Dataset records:

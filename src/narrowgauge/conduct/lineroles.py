"""What each line of a kernel does, seen from runs without rounding: how often, in which role, with which constants.

Roles follow from two runs of different numbers of steps: a line that runs more often with more steps belongs to a step,
one that does not runs before all steps or after them. Of the former those are the state's whose result is used again
at an earlier place of the same code, or at the same: values flow forward through a body that is run once, so that such
a value was carried into the next step. Where a kernel stores each step's result in an array of all steps, that is not
seen, and the line counts as one of a step.
"""

from __future__ import annotations

from collections import Counter
from collections.abc import Iterator, Sequence, Set
from dataclasses import dataclass
from types import CodeType
from typing import Any

import numpy as np

from narrowgauge.dispatch.placed import Operation
from narrowgauge.dispatch.setting import Place, Route, Setting, Way
from narrowgauge.record.lines import Role

__all__ = ["Seen", "lasting", "roles"]

_SUMS = ("add", "subtract")
_CLAMPS = ("clip", "maximum", "minimum")  # of a sum: on all paths that they do not hold back it is their result
_LATEST = 512  # results that are remembered: a value used later than so many operations on is not followed


@dataclass(frozen=True, slots=True)
class _Result:
    """Where a value was computed. Holds the value, so that its id stays."""

    code: CodeType
    operation: Operation
    value: Any


class Seen:
    """An observer of one run: operations by line, the order of the lines, results that are carried on, constants."""

    def __init__(self) -> None:
        self.operations: Counter[Place] = Counter()  # calls of the arithmetic
        self.values: Counter[Place] = Counter()  # numbers that were rounded, or would be
        self.first: dict[Place, int] = {}
        self.last: dict[Place, int] = {}
        self.carried: set[Place] = set()
        self.constants: set[tuple[Place | None, float]] = set()
        self._additions: Counter[Operation] = Counter()  # to what the same line left a step ago
        self._clamps: set[Operation] = set()  # of such additions, on the same line
        self._feeds: set[tuple[Operation, Operation]] = set()
        self._back: set[Operation] = set()
        self._results: dict[int, _Result] = {}
        self._number = 0

    def saw(self, setting: Setting, operation: str, route: Route, operands: Sequence[Any], result: Any) -> None:
        """Take note of one operation."""
        frame = setting.frame()
        if frame is None:
            return
        place = Place(frame.f_code.co_filename, frame.f_lineno)
        self._number += 1
        self.operations[place] += 1
        self.first.setdefault(place, self._number)
        self.last[place] = self._number
        if route != "exact":
            self.values[place] += max(map(np.size, operands), default=1) if route == "accumulated" else np.size(result)
        in_place = [result] if operation in _SUMS else []  # its first operand is seen as a copy
        here = Operation(place, frame.f_lasti)
        added = False
        for one in self._known([*operands, *in_place]):
            if one.code is frame.f_code and here.instruction <= one.operation.instruction:
                self._back.add(one.operation)
                self.carried.add(one.operation.place)
                added |= one.operation.place == place
            elif one.operation.place == place and (
                one.operation in self._additions or (operation in _CLAMPS and one.operation in self._clamps)
            ):
                self._feeds.add((one.operation, here))
                added = True
        if added and operation in _SUMS:
            self._additions[here] += np.size(result)
        elif added and operation in _CLAMPS:
            self._clamps.add(here)
        if isinstance(result, (np.ndarray, float, np.floating)):
            self._results.pop(id(result), None)  # so that it stands last
            self._results[id(result)] = _Result(frame.f_code, here, result)
            if len(self._results) > _LATEST:
                del self._results[next(iter(self._results))]

    def met(self, setting: Setting, constant: Any) -> None:
        """Take note of a plain number; arrays are constants in any case."""
        if isinstance(constant, (float, int, np.number)):
            try:
                self.constants.add((setting.where(), float(constant)))
            except OverflowError:  # an integer past float64
                return

    def decided(self, setting: Setting, answer: bool) -> None:
        """Pass over a decision, which is no operation."""

    def left(self, setting: Setting, way: Way) -> None:
        """Pass over what leaves, which is no operation."""

    @property
    def sums(self) -> dict[Operation, int]:
        """The additions x = x + e of lines that leave x to the next step, and how many numbers they have computed.

        In x = x + a + b both are such additions, and in x = maximum(x + a, 0) the one; in x = x + c * (m - x) the
        difference is none.
        """
        left = set(self._back)
        while more := {one for one, other in self._feeds if other in left & self._clamps and one not in left}:
            left |= more
        found = {one for one in self._additions if one in left}
        while more := {one for one, other in self._feeds if other in found and one not in found}:
            found |= more
        return {one: count for one, count in self._additions.items() if one in found}

    def _known(self, operands: Sequence[Any]) -> Iterator[_Result]:
        for operand in operands:
            known = self._results.get(id(operand))
            if known is not None:
                yield known


def lasting(runs: Sequence[Seen]) -> Set[tuple[Place | None, float]]:
    """Return the constants that all runs met on the same lines: those of other step sizes do not depend on it."""
    return set.intersection(*(run.constants for run in runs))


def roles(few: Seen, many: Seen) -> dict[Place, Role | None]:
    """Return the roles of the lines of two runs, of fewer and of more steps; None where no line depends on them."""
    stepping = {place for place, count in many.operations.items() if count > few.operations[place]}
    if not stepping:
        return dict.fromkeys(many.operations)
    begin = min(many.first[place] for place in stepping)
    end = max(many.last[place] for place in stepping)
    found: dict[Place, Role | None] = {}
    for place in many.operations:
        if place in stepping:
            found[place] = "state" if place in many.carried else "step"
        elif many.first[place] > end:
            found[place] = "payoff"
        else:
            found[place] = "set-up" if many.last[place] < begin else None
    return found
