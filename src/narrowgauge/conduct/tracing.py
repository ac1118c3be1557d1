"""What one run computes, operation by operation, kept by value: the rows of each operand and result over the paths.

An array with an axis of the paths is kept as rows, each a vector over the paths; an array without is kept by its last
axis, a number is a row of its own, and so is a row whose values are all one number. Rows are known by their values as
float64 and never by their type, so that float16 in float16 storage and in a float32 carrier are the same rows.
"""

from __future__ import annotations

from collections.abc import Callable, Sequence
from hashlib import blake2b
from typing import Any, NamedTuple

import numpy as np
import numpy.typing as npt

from narrowgauge.arithmetic.formats import FORMATS
from narrowgauge.dispatch.setting import Place, Route, Setting, Way

__all__ = ["MOST_OPERATIONS", "MOST_PATHS", "MOST_ROWS", "Kept", "Key", "Operation", "Trace"]

MOST_PATHS = 256
MOST_OPERATIONS = 1 << 16
MOST_ROWS = 1 << 16  # of 256 float64: 128 MiB

_MOST_NUMBERS = 4096  # of an array without paths that count one by one, too: a grid of times, a matrix
_FEW_NUMBERS = 64  # of such an array for which it is enough that each number occurs
_STORED = frozenset(form.storage for form in FORMATS.values())  # NumPy does not know that some of them are numbers

Key = bytes  # 8 bytes of one number, or 16 of a row's digest


class Kept(NamedTuple):
    """An array or number as a trace keeps it.

    `shape` and `dtype` are those in the run, `axis` that of the paths, None where there is none. `readings` are the
    ways to cut it into rows, more than one where several axes could be that of the paths; the first is the likely one.
    """

    shape: tuple[int, ...]
    dtype: np.dtype[Any]
    axis: int | None
    readings: tuple[tuple[Key, ...], ...]

    @property
    def keys(self) -> tuple[Key, ...]:
        """The rows of the likely reading."""
        return self.readings[0]


class Operation(NamedTuple):
    """One operation of a run. `call` repeats it in plain NumPy on operands of any shape, None where it cannot be."""

    place: Place | None
    name: str
    operands: tuple[Kept, ...]
    results: tuple[Kept, ...]
    call: Callable[..., Any] | None = None


class Trace:
    """An Observer of one run that keeps place, name, operands and result of every operation.

    `paths` is the number of paths of the run; `kept` are those of them, by number, whose values are kept and compared,
    at most MOST_PATHS, in the order in which the other trace has them: the first MOST_PATHS by default. Give more
    than a few where you can (paths that agree do no harm): rows of one or two paths of a 16-bit format are alike by
    chance. Operations past MOST_OPERATIONS, and all after the one with which MOST_ROWS different rows are there, are
    not kept: `full` is True then.

    `rows` holds the values of every key; `draws_keys` those of the draws, `constants` those of numbers that met the
    state, `made` the operations whose results have a key, in order, `returned` the rows of the quantity in question.
    `lost` is the first line, with the number of the operation there, where an array met the traced ones that varies
    over the paths and was made where no trace could see it.
    """

    def __init__(self, paths: int, kept: Sequence[int] | None = None) -> None:
        chosen = range(min(paths, MOST_PATHS)) if kept is None else kept
        if not 0 < len(chosen) <= MOST_PATHS:
            raise ValueError(f"{len(chosen)} paths are to be kept; accepted: 1 to {MOST_PATHS}")
        self.paths = paths
        self.kept: npt.NDArray[np.intp] = np.array(chosen, np.intp)
        self.operations: list[Operation] = []
        self.rows: dict[Key, npt.NDArray[np.float64]] = {}
        self.draws_keys: set[Key] = set()
        self.constants: set[Key] = set()
        self.made: dict[Key, list[int]] = {}
        self.returned: tuple[Key, ...] = ()
        self.lost: tuple[Place | None, int] | None = None
        self.full = False
        self._room = MOST_ROWS

    def draws(self, values: Any) -> None:
        """Keep the draws that the run is given, an array of any type with an axis of the paths, as its input rows."""
        kept = self.keep(values)
        if kept is not None:
            self.draws_keys.update(*kept.readings)

    def gave(self, values: Any) -> None:
        """Keep the quantity in question that the run returned, (paths,): only what leads to it is compared."""
        kept = self.keep(values)
        self.returned = () if kept is None else kept.keys

    def saw(self, setting: Setting, operation: str, route: Route, operands: Sequence[Any], result: Any) -> None:
        """Keep one operation."""
        if not self.full:
            self.add(setting.where(), operation, [self.keep(value) for value in operands], result)

    def met(self, setting: Setting, constant: Any) -> None:
        """Keep a constant, rounded as it meets the state."""
        if not self.full:
            arithmetic, array = setting.arithmetic, isinstance(constant, np.ndarray)
            kept = self.keep(arithmetic.cast(constant) if array else arithmetic.constant(constant))
            if kept is not None:
                self.constants.update(*kept.readings)

    def decided(self, setting: Setting, answer: bool) -> None:
        """Decisions are no part of the comparison."""

    def left(self, setting: Setting, way: Way) -> None:
        """Neither is what leaves."""

    def add(
        self,
        place: Place | None,
        name: str,
        operands: Sequence[Kept | None],
        result: Any,
        call: Callable[..., Any] | None = None,
    ) -> None:
        """Keep one operation whose operands are kept already; None stands for one that is not of numbers."""
        results = result if isinstance(result, (tuple, list)) else [result]
        kept = tuple(one for one in map(self.keep, results) if one is not None)
        if not kept:
            return  # it writes into an array, or asks about one
        whole = call if None not in operands else None
        number = len(self.operations)
        self.operations.append(Operation(place, name, tuple(one for one in operands if one is not None), kept, whole))
        for one in kept:
            for key in {key for reading in one.readings for key in reading}:
                self.made.setdefault(key, []).append(number)
        self.full = self.full or len(self.operations) >= MOST_OPERATIONS or self._room <= 0

    def keep(self, value: Any) -> Kept | None:
        """Return an array or number with its rows kept; None for what is no array of real numbers."""
        if not isinstance(value, (np.ndarray, np.generic, float, int)):
            return None
        array = np.array(value, copy=None, subok=False)
        if array.dtype.kind not in "biuf" and array.dtype not in _STORED:
            return None
        axes = [axis for axis, length in enumerate(array.shape) if length == self.paths]
        if self.paths == 1:
            axes = axes[-1:]
        readings = [self._rows(np.moveaxis(array, axis, -1)[..., self.kept]) for axis in reversed(axes)]
        if not axes:
            readings.append(self._rows(array))
            if array.ndim and array.size <= _MOST_NUMBERS:
                numbers = self._rows(array.reshape(-1, 1))
                if array.size <= _FEW_NUMBERS:
                    readings.append(numbers)
        return Kept(array.shape, array.dtype, axes[-1] if axes else None, tuple(readings))

    def varies(self, kept: Kept) -> bool:
        """Whether an array has the axis of the paths, and not one number along it in every row."""
        return kept.axis is not None and any(len(self.rows[key]) > 1 for key in kept.keys)

    def values(self, key: Key) -> npt.NDArray[np.float64]:
        """Return a row's values, one for each kept path where it is a row over the paths or one number."""
        row = self.rows[key]
        return np.broadcast_to(row, self.kept.shape) if len(row) == 1 else row

    def _rows(self, array: npt.NDArray[Any]) -> tuple[Key, ...]:
        with np.errstate(all="ignore"):
            wide = np.array(array, np.float64, order="C")
        wide[np.isnan(wide)] = np.nan  # of one payload
        matrix = wide.reshape(-1, wide.shape[-1] if wide.ndim else 1)
        return tuple(self._row(row) for row in matrix) if matrix.shape[-1] else ()

    def _row(self, row: npt.NDArray[np.float64]) -> Key:
        bits = row.view(np.int64)
        if (bits == bits[0]).all():
            row = row[:1]
            key = row.tobytes()
        else:
            key = blake2b(row.tobytes(), digest_size=16).digest()
        if key not in self.rows:
            self.rows[key] = row.copy()
            self._room -= 1 + row.size // MOST_PATHS
        return key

▸ **The task**: What is needed is a verbatim copy of every line in the records above from the one containing "or number with" down to the one containing "array = np.array(value, copy=None, subok=False)", both included, and nothing more.

▸ **Answer to this exercise**:
        """Return an array or number with its rows kept; None for what is no array of real numbers."""
        if not isinstance(value, (np.ndarray, np.generic, float, int)):
            return None
        array = np.array(value, copy=None, subok=False)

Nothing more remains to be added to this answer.